_TASK INPUT_
[Start of Attachment]
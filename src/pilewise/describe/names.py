"""Cluster names that people give and that last across runs.

Every run writes names.csv (cluster, suggested_name, name, note). When a later run reads the same
collection (same source or same input fingerprint) into the same site folder, the names a person
wrote into the most recently edited names.csv carry over to the new clusters that match the old
ones: by Jaccard similarity of members on the documents both runs hold, or, for a new cluster made
mostly of documents the old run did not have, by the cosine similarity of centroids.
"""

from __future__ import annotations

import csv
from collections.abc import Sequence
from dataclasses import dataclass
from pathlib import Path

import numpy as np
import scipy.sparse as sp
from sklearn.preprocessing import normalize

from pilewise.csvcells import spreadsheet_row
from pilewise.describe.runfolders import (
    NAME_COLUMNS,
    Assignments,
    DamagedRun,
    FinishedRun,
    finished_folders,
    read_assignments,
    read_names,
    read_run,
)
from pilewise.model import TermScore

JACCARD_CARRY = 0.5  # a name carries over to the new cluster whose members overlap the old one's this much
CENTROID_CARRY = 0.8  # cosine of centroids, for new clusters that hold mostly new documents
SHARED_MIN = 0.5  # below this share of documents the old run also had, the centroid fallback is used
# A suggested name uses only terms that occur in at least this share of the cluster's documents (weighted by
# copies): a term found in 6% of a cluster names a corner of it, not the cluster. Our choice, see docs/method.md.
NAME_MIN_SHARE = 0.2
MIXED_NAME_TERMS = 2  # terms shown after "mixed:" for a cluster without a common theme


@dataclass(frozen=True)
class OldNames:
    """Names a person gave in an earlier run, with that run's members."""

    run: str
    names: dict[int, tuple[str, str]]  # cluster -> (name, note)
    members: dict[int, frozenset[str]]  # cluster -> doc_ids


@dataclass(frozen=True)
class ClusterName:
    """The name shown for one cluster and where it came from."""

    cluster_id: int
    suggested: str
    name: str  # the person's name, or "" when none carried over
    note: str
    origin: str  # plain words: where the name comes from
    flag: str  # "", "split" or "merged": the name now covers a changed cluster

    @property
    def shown(self) -> str:
        return self.name or self.suggested


@dataclass(frozen=True)
class Naming:
    """Names of every cluster of a run, and the old names that did not carry over."""

    clusters: tuple[ClusterName, ...]
    source_run: str
    not_carried: tuple[str, ...]


def suggested_name(terms: Sequence[str], count: int = 3) -> str:
    """A name built from the top discriminating terms, skipping words already inside a chosen phrase."""
    chosen: list[str] = []
    for term in terms:
        words = set(term.split())
        if any(words <= set(c.split()) or set(c.split()) <= words for c in chosen):
            continue
        chosen.append(term)
        if len(chosen) == count:
            break
    return " / ".join(chosen)


@dataclass(frozen=True)
class SuggestedName:
    """A suggested name and its terms, each with its document share in the cluster."""

    text: str
    terms: tuple[tuple[str, float], ...]


def suggested_name_from(
    terms: Sequence[TermScore], *, mixed: bool = False, count: int = 3, min_share: float = NAME_MIN_SHARE
) -> SuggestedName:
    """A name from the best distinguishing terms that occur in at least `min_share` of the members.

    Terms are taken in the order given (chi-square, best first), skipping words already inside a chosen
    phrase. A cluster without a common theme (`mixed`) gets "mixed: a, b" from at most two such terms, or
    "(mixed)"; a cluster with no term that common gets "(no term in 20% of members)".
    """
    common = [t for t in terms if t.share_in >= min_share]
    chosen = _distinct_terms(common, MIXED_NAME_TERMS if mixed else count)
    pairs = tuple((t.term, round(t.share_in, 4)) for t in chosen)
    if mixed:
        return SuggestedName("mixed: " + ", ".join(t.term for t in chosen) if chosen else "(mixed)", pairs)
    if not chosen:
        return SuggestedName(f"(no term in {min_share:.0%} of members)", ())
    return SuggestedName(" / ".join(t.term for t in chosen), pairs)


def _distinct_terms(terms: Sequence[TermScore], count: int) -> list[TermScore]:
    """The first `count` terms, skipping one whose words hold or are held by a chosen term's words."""
    chosen: list[TermScore] = []
    for term in terms:
        words = set(term.term.split())
        if any(words <= set(c.term.split()) or set(c.term.split()) <= words for c in chosen):
            continue
        chosen.append(term)
        if len(chosen) == count:
            break
    return chosen


def read_names_csv(path: Path) -> dict[int, tuple[str, str]]:
    """The clusters of a names.csv that a person named (non-empty name), with their notes; {} if unreadable."""
    return read_names(path)[0]


def names_csv_problem(path: Path) -> str | None:
    """Why a names.csv cannot be read (not UTF-8, no cluster/name columns, ...), or None when it can."""
    return read_names(path)[1]


def find_old_names(runs_folder: Path, *, source: str, fingerprint: str) -> OldNames | None:
    """The most recently edited names.csv with names, among runs of the same collection.

    Runs whose manifest.json, clusters.json, names.csv or assignments.csv cannot be read are skipped
    (never fatal); `earlier_run_problems` says which and why.
    """
    candidates: list[tuple[float, str, FinishedRun, dict[int, tuple[str, str]]]] = []
    for folder in finished_folders(runs_folder):
        names_path = folder / "names.csv"
        if not names_path.is_file():
            continue
        try:
            run = read_run(folder)
        except DamagedRun:
            continue
        same = run.fingerprint == fingerprint or run.source == source
        names = read_names_csv(names_path) if same else {}
        if names:
            candidates.append((names_path.stat().st_mtime, folder.name, run, names))
    for _, _, run, names in sorted(candidates, key=lambda item: (item[0], item[1]), reverse=True):
        try:
            members = _members(read_assignments(run))
        except DamagedRun:
            continue
        return OldNames(run.folder.name, names, members)
    return None


def earlier_run_problems(runs_folder: Path) -> list[str]:
    """One line per earlier run whose files name carry-over cannot read; those runs are skipped."""
    problems: list[str] = []
    for folder in finished_folders(runs_folder):
        names_path = folder / "names.csv"
        where = f"{runs_folder.name}/{folder.name}"
        try:
            run = read_run(folder)
        except DamagedRun:
            continue  # the root index names it (its list and comparisons skip it too)
        problem = names_csv_problem(names_path) if names_path.is_file() else None
        if problem is not None:
            problems.append(f"{where}/names.csv is skipped for carrying names over: {problem}")
        elif names_path.is_file() and read_names_csv(names_path):
            try:
                read_assignments(run)
            except DamagedRun as err:
                problems.append(f"{where}/{err.path.name} is skipped for carrying names over: it {err.problem}")
    return problems


def _members(assignments: Assignments) -> dict[int, frozenset[str]]:
    """doc_ids of every cluster."""
    members: dict[int, set[str]] = {}
    for doc_id, cluster in zip(assignments.ids, assignments.labels, strict=True):
        members.setdefault(cluster, set()).add(doc_id)
    return {c: frozenset(ids) for c, ids in members.items()}


def carry_names(
    old: OldNames | None,
    doc_ids: Sequence[str],
    labels: np.ndarray,
    space: np.ndarray | sp.csr_matrix,
    row_of_doc: np.ndarray,
    suggestions: Sequence[str],
) -> Naming:
    """Give each new cluster an old name when it matches the old named cluster.

    Parameters
    ----------
    old : OldNames or None
        Names from an earlier run; None gives every cluster its suggested name only.
    doc_ids : sequence of str, length n_docs
    labels : ndarray of int, shape (n_docs,)
        New cluster of every document.
    space : clustering space, one row per distinct text
    row_of_doc : ndarray of int, shape (n_docs,)
        Row of `space` for every document.
    suggestions : sequence of str, length k
    """
    k = len(suggestions)
    if old is None or not old.names:
        return Naming(tuple(ClusterName(c, suggestions[c], "", "", "suggested from the top terms", "")
                            for c in range(k)), "", ())
    new_members = [set() for _ in range(k)]  # type: list[set[str]]
    for doc_id, label in zip(doc_ids, labels, strict=True):
        new_members[int(label)].add(doc_id)
    old_docs = frozenset().union(*old.members.values()) if old.members else frozenset()
    index_of = {d: i for i, d in enumerate(doc_ids)}
    # best new cluster for every old named cluster, by Jaccard on the documents both runs hold
    matches: dict[int, list[tuple[int, float, str]]] = {}  # new cluster -> [(old cluster, score, how)]
    not_carried: list[str] = []
    spread: dict[int, list[int]] = {}  # old cluster -> new clusters holding >= 20% of its shared members
    for o, (name, _) in sorted(old.names.items()):
        members = old.members.get(o, frozenset())
        shared_new = [m & old_docs for m in new_members]
        scores = [len(members & m) / len(members | m) if members | m else 0.0 for m in shared_new]
        best = int(np.argmax(scores))
        kept = set(members) & set(doc_ids)
        spread[o] = [c for c in range(k) if kept and len(kept & new_members[c]) >= 0.2 * len(kept)]
        if scores[best] >= JACCARD_CARRY:
            matches.setdefault(best, []).append((o, scores[best], "members"))
            continue
        centroid_match = _centroid_match(kept, index_of, row_of_doc, space, new_members, old_docs)
        if centroid_match is not None:
            c, cosine = centroid_match
            matches.setdefault(c, []).append((o, cosine, "centroid"))
        else:
            not_carried.append(f"{name} (cluster {o} of {old.run}; best member overlap {scores[best]:.2f})")
    clusters = []
    for c in range(k):
        found = sorted(matches.get(c, []), key=lambda item: -item[1])
        if not found:
            clusters.append(ClusterName(c, suggestions[c], "", "", "suggested from the top terms", ""))
            continue
        o, score, how = found[0]
        name, note = old.names[o]
        measure = f"Jaccard of members {score:.2f}" if how == "members" else f"centroid cosine {score:.2f}"
        origin = f"carried from cluster {o} of {old.run} ({measure})"
        flag = ""
        if len(found) > 1:
            flag = "merged"
            others = ", ".join(old.names[x][0] for x, _, _ in found[1:])
            origin += f"; it now also holds most of: {others}"
        elif len(spread.get(o, [])) > 1:
            flag = "split"
            parts = ", ".join(str(x) for x in spread[o] if x != c)
            origin += f"; part of the old cluster went to cluster {parts}"
        clusters.append(ClusterName(c, suggestions[c], name, note, origin, flag))
    return Naming(tuple(clusters), old.run, tuple(not_carried))


def _centroid_match(
    kept: set[str], index_of: dict[str, int], row_of_doc: np.ndarray, space: np.ndarray | sp.csr_matrix,
    new_members: list[set[str]], old_docs: frozenset[str],
) -> tuple[int, float] | None:
    """For new clusters made mostly of documents the old run lacked: cosine of centroids in the new space."""
    if not kept:
        return None
    old_rows = row_of_doc[[index_of[d] for d in kept]]
    old_centroid = normalize(np.asarray(space[old_rows].mean(axis=0)).reshape(1, -1))
    best: tuple[int, float] | None = None
    for c, members in enumerate(new_members):
        if not members or len(members & old_docs) >= SHARED_MIN * len(members):
            continue  # mostly old documents: the member overlap already decided
        rows = row_of_doc[[index_of[d] for d in members]]
        centroid = normalize(np.asarray(space[rows].mean(axis=0)).reshape(1, -1))
        cosine = float((old_centroid @ centroid.T).ravel()[0])
        if cosine >= CENTROID_CARRY and (best is None or cosine > best[1]):
            best = (c, cosine)
    return best


def write_names_csv(path: Path, naming: Naming) -> None:
    """names.csv: cluster, suggested_name, name, note; a person edits the last two."""
    with path.open("w", encoding="utf-8", newline="") as handle:
        writer = csv.writer(handle, lineterminator="\n")
        writer.writerow(NAME_COLUMNS)
        for c in naming.clusters:
            writer.writerow(spreadsheet_row([c.cluster_id, c.suggested, c.name, c.note]))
[End of Attachment]
_WORK INSTRUCTION_
When you reach the line containing "x, _, _ in found[1:])" in the data above, retype it and each line after it through the final one, exactly as written.

_EXERCISE ANSWER_
            others = ", ".join(old.names[x][0] for x, _, _ in found[1:])
            origin += f"; it now also holds most of: {others}"
        elif len(spread.get(o, [])) > 1:
            flag = "split"
            parts = ", ".join(str(x) for x in spread[o] if x != c)
            origin += f"; part of the old cluster went to cluster {parts}"
        clusters.append(ClusterName(c, suggestions[c], name, note, origin, flag))
    return Naming(tuple(clusters), old.run, tuple(not_carried))


def _centroid_match(
    kept: set[str], index_of: dict[str, int], row_of_doc: np.ndarray, space: np.ndarray | sp.csr_matrix,
    new_members: list[set[str]], old_docs: frozenset[str],
) -> tuple[int, float] | None:
    """For new clusters made mostly of documents the old run lacked: cosine of centroids in the new space."""
    if not kept:
        return None
    old_rows = row_of_doc[[index_of[d] for d in kept]]
    old_centroid = normalize(np.asarray(space[old_rows].mean(axis=0)).reshape(1, -1))
    best: tuple[int, float] | None = None
    for c, members in enumerate(new_members):
        if not members or len(members & old_docs) >= SHARED_MIN * len(members):
            continue  # mostly old documents: the member overlap already decided
        rows = row_of_doc[[index_of[d] for d in members]]
        centroid = normalize(np.asarray(space[rows].mean(axis=0)).reshape(1, -1))
        cosine = float((old_centroid @ centroid.T).ravel()[0])
        if cosine >= CENTROID_CARRY and (best is None or cosine > best[1]):
            best = (c, cosine)
    return best


def write_names_csv(path: Path, naming: Naming) -> None:
    """names.csv: cluster, suggested_name, name, note; a person edits the last two."""
    with path.open("w", encoding="utf-8", newline="") as handle:
        writer = csv.writer(handle, lineterminator="\n")
        writer.writerow(NAME_COLUMNS)
        for c in naming.clusters:
            writer.writerow(spreadsheet_row([c.cluster_id, c.suggested, c.name, c.note]))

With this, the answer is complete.